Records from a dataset
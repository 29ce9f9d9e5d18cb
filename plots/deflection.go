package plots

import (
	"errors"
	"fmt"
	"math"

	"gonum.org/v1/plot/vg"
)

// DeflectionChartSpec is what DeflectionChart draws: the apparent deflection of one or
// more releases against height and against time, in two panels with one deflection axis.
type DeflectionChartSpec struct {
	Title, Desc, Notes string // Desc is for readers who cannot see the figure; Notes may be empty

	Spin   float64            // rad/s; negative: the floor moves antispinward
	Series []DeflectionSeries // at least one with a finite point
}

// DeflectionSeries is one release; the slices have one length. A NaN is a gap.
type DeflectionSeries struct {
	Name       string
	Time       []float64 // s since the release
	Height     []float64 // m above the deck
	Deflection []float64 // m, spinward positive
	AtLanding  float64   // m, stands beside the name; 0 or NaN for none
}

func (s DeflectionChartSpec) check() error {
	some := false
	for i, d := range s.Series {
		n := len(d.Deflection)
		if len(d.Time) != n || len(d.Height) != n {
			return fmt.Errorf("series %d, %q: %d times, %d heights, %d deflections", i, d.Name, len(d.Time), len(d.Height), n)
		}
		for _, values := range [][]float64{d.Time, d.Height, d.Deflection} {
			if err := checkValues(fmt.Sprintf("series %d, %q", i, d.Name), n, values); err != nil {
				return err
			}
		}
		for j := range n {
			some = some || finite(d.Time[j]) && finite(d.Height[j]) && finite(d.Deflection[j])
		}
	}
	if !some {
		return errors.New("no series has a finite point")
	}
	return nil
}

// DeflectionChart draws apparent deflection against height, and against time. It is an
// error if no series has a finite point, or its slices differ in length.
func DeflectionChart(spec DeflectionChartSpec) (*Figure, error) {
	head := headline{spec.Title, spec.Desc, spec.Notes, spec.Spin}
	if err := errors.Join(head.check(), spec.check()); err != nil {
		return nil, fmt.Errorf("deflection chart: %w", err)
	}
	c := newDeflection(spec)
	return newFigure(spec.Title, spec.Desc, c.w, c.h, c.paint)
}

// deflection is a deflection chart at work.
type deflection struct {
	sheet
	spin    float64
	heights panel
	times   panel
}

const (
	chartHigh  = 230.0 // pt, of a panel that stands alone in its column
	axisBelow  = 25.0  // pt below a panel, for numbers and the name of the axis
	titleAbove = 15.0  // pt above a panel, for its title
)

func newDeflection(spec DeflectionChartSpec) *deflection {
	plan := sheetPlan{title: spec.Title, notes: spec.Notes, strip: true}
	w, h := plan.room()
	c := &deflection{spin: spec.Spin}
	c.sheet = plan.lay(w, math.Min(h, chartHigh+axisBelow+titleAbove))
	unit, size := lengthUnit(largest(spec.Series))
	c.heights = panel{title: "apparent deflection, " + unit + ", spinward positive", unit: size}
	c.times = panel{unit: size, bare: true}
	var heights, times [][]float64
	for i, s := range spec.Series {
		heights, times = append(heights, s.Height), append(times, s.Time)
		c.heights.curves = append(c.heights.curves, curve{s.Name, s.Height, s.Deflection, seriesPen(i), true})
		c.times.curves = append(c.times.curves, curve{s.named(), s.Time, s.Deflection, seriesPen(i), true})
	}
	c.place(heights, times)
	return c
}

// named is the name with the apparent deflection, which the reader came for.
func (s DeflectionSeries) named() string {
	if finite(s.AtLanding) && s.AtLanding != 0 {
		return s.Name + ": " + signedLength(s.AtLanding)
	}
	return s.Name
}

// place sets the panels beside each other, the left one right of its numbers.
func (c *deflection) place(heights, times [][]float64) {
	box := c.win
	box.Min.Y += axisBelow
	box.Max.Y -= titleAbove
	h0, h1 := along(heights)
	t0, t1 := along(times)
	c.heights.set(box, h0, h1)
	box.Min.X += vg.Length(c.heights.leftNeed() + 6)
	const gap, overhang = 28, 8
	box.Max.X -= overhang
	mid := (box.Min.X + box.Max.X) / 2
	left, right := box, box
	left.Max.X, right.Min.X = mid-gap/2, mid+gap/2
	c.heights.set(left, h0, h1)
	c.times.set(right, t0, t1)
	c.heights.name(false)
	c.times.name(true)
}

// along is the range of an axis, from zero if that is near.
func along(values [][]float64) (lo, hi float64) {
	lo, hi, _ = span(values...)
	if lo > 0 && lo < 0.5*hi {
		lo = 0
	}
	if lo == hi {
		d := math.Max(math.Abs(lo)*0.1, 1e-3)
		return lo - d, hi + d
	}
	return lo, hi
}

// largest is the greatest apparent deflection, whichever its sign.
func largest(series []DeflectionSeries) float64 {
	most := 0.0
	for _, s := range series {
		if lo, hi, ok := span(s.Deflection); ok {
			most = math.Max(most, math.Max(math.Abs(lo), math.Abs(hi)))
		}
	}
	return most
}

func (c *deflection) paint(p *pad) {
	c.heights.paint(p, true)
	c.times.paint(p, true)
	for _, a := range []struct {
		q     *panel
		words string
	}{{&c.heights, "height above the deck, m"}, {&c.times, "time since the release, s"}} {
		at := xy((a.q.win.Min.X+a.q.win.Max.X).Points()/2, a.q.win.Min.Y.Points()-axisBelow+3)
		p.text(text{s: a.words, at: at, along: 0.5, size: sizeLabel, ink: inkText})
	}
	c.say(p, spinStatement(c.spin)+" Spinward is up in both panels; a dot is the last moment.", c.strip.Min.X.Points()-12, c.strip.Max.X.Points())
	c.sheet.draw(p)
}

...

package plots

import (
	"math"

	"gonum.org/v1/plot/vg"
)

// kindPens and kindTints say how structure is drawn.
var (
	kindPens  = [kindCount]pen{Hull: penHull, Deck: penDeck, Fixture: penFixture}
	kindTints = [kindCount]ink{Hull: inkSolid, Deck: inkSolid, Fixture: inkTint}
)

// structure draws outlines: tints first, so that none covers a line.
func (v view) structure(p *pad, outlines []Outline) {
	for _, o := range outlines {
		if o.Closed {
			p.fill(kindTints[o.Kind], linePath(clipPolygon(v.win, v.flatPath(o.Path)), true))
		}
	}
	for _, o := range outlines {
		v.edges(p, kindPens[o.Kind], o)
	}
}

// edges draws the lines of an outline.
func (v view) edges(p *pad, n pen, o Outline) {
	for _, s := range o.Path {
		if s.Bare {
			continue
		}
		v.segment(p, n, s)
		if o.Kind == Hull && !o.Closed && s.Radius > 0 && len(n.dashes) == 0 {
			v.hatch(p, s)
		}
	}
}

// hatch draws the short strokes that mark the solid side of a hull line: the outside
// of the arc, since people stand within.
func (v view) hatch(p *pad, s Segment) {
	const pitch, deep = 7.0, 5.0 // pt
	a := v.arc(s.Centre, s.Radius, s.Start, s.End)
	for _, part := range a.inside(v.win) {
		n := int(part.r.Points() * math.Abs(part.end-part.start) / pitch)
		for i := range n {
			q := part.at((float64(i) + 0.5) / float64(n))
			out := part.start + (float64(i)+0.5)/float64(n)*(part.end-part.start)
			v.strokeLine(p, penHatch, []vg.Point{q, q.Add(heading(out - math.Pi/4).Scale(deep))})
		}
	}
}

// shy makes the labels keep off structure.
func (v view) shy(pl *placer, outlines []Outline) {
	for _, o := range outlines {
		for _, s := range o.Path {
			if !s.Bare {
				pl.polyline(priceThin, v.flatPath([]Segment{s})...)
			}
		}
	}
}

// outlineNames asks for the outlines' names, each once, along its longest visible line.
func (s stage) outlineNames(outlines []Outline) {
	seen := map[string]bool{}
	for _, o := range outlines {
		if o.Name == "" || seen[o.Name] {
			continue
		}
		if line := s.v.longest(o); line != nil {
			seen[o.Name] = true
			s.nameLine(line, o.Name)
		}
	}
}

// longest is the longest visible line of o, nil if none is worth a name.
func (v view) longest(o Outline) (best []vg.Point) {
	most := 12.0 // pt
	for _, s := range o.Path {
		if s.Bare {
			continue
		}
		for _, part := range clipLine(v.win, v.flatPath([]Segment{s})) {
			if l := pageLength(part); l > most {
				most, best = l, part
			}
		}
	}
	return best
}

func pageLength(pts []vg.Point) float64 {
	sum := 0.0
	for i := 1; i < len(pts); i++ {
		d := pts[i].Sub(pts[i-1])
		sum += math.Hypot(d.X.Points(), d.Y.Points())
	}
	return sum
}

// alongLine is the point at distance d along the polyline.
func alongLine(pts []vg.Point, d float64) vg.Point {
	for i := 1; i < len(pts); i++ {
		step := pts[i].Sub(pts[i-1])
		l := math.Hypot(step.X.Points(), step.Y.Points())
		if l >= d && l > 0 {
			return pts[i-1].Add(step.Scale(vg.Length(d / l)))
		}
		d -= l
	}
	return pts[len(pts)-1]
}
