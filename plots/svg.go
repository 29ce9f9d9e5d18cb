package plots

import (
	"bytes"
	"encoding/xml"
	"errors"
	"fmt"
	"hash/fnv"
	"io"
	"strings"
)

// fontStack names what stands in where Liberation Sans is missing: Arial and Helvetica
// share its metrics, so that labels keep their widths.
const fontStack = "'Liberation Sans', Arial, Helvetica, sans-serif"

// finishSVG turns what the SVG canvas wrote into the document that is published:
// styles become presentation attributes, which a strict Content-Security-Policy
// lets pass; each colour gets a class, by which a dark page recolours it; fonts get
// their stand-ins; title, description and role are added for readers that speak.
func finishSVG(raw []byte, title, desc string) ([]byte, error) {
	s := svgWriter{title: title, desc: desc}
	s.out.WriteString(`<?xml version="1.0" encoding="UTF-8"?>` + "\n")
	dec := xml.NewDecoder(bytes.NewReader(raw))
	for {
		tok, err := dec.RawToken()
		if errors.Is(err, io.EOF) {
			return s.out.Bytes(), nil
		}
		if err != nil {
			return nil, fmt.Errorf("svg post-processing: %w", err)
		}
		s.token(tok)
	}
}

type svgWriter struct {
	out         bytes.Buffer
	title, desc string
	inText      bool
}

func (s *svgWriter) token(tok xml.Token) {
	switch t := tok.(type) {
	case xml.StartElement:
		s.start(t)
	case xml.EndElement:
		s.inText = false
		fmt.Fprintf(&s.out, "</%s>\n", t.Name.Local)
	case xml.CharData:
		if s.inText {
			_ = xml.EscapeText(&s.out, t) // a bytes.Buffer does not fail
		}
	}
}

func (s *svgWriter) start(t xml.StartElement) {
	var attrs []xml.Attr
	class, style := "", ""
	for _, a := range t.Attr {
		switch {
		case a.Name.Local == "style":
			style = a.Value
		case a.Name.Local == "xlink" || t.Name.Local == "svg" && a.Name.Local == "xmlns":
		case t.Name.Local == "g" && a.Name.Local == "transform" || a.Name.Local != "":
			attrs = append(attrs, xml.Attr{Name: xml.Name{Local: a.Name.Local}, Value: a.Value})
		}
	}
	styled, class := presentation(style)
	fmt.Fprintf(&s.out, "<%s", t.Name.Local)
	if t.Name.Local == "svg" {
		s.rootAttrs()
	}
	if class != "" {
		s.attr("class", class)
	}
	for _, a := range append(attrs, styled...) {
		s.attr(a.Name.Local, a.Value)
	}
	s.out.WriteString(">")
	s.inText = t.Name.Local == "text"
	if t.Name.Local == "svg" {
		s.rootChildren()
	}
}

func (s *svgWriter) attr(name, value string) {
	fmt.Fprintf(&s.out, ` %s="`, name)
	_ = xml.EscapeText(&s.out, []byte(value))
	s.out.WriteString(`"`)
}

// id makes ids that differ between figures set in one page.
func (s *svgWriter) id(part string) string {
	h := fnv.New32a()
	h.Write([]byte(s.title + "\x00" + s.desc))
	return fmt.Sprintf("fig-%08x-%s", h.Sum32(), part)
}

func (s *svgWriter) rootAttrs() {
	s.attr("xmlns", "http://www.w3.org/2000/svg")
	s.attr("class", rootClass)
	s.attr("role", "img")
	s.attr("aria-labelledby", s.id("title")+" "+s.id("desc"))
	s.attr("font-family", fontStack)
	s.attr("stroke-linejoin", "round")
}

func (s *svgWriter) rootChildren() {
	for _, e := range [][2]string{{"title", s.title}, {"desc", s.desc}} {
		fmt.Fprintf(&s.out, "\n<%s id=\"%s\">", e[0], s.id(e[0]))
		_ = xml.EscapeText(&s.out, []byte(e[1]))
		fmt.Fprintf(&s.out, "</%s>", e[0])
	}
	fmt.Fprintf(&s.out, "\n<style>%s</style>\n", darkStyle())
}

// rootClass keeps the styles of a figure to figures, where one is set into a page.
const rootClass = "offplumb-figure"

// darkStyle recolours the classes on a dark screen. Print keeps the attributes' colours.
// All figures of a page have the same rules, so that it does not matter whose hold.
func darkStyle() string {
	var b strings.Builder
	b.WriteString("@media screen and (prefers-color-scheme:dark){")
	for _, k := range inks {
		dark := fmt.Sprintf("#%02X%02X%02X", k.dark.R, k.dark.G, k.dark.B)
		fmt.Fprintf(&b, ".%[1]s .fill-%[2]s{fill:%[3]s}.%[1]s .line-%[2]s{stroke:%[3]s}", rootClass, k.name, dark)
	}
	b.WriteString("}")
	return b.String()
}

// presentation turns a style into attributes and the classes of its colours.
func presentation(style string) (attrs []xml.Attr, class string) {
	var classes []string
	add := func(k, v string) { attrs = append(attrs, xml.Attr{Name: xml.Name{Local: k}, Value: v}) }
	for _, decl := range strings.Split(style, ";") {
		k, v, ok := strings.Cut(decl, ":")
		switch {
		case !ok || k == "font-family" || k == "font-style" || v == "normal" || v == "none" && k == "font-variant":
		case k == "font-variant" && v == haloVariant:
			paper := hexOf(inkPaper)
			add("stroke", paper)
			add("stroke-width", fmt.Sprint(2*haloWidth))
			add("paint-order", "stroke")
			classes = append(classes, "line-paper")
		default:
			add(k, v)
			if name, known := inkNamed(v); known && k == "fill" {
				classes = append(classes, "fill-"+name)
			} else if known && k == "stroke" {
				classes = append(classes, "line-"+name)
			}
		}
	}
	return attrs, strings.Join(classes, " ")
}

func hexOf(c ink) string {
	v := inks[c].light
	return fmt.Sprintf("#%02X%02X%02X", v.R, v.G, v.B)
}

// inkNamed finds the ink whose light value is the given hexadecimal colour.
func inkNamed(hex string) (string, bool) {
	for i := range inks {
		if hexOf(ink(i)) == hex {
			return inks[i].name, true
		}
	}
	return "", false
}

---

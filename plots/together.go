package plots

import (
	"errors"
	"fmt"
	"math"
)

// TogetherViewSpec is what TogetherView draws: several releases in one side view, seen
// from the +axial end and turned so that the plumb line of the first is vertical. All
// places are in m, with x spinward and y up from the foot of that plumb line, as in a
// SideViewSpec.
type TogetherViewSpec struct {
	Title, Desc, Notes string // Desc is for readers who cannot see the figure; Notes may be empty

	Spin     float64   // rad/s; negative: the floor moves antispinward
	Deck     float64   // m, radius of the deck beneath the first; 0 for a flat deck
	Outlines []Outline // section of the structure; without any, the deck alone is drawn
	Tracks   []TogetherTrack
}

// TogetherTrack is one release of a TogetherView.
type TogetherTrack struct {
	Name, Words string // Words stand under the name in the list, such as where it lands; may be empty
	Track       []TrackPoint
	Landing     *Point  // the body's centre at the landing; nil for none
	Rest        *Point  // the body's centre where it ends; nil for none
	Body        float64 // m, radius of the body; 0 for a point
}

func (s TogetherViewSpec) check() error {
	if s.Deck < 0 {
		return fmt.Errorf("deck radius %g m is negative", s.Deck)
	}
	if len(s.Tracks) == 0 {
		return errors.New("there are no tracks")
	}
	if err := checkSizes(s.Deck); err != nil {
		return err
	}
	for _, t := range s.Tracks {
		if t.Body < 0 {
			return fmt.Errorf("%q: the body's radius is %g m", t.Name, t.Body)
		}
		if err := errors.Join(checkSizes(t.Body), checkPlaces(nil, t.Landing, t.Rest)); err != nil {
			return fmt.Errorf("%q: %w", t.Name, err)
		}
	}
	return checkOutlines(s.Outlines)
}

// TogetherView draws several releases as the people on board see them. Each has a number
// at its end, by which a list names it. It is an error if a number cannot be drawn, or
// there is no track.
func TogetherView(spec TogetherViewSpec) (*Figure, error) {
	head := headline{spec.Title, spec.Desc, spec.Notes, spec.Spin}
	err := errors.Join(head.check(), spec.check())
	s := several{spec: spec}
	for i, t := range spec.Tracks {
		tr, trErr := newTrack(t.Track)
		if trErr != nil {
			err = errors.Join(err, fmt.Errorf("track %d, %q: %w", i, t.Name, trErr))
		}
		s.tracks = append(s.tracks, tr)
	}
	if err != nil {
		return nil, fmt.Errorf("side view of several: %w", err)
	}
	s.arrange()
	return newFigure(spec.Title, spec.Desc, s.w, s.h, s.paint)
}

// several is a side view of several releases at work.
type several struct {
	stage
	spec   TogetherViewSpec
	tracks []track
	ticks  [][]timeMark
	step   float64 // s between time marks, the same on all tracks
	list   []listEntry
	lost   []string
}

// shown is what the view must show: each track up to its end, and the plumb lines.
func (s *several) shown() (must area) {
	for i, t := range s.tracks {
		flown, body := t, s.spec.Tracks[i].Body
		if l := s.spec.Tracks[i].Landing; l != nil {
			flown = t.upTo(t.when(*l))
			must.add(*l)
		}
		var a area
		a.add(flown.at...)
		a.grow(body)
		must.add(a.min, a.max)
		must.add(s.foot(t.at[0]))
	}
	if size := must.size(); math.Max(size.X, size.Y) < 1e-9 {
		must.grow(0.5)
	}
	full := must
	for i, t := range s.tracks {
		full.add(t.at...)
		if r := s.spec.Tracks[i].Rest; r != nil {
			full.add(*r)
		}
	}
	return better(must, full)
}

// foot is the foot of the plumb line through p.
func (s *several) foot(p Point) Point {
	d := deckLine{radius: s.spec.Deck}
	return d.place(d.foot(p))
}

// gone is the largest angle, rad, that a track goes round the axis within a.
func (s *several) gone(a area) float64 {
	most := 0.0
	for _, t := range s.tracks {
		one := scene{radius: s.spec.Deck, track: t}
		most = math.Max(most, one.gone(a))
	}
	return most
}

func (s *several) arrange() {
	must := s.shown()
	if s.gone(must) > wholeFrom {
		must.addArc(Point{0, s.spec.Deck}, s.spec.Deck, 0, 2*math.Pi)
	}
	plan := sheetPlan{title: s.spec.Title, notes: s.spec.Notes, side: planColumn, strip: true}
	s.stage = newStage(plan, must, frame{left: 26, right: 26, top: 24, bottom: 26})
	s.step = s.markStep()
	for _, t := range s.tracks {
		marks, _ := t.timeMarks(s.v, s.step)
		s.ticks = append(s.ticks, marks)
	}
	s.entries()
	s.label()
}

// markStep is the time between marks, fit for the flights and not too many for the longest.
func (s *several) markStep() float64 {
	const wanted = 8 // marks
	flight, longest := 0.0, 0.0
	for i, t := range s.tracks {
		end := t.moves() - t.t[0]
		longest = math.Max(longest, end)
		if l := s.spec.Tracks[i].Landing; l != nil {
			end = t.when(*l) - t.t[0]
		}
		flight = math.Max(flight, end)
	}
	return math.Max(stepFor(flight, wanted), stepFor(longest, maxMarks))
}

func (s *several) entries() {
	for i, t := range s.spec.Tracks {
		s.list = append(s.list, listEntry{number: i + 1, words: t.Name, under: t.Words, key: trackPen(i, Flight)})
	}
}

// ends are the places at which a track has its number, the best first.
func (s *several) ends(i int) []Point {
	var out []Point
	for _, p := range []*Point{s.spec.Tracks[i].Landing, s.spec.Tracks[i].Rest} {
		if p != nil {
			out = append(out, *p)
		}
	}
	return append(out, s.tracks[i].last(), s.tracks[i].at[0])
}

▶ WORK REQUIRED
Please give back, exactly as it stands above, the stretch from the line with "func DeflectionChart(spec DeflectionChartSpec)" through the line with "chart at work.", and no line outside it.

▶ YOUR RESPONSE
func DeflectionChart(spec DeflectionChartSpec) (*Figure, error) {
	head := headline{spec.Title, spec.Desc, spec.Notes, spec.Spin}
	if err := errors.Join(head.check(), spec.check()); err != nil {
		return nil, fmt.Errorf("deflection chart: %w", err)
	}
	c := newDeflection(spec)
	return newFigure(spec.Title, spec.Desc, c.w, c.h, c.paint)
}

// deflection is a deflection chart at work.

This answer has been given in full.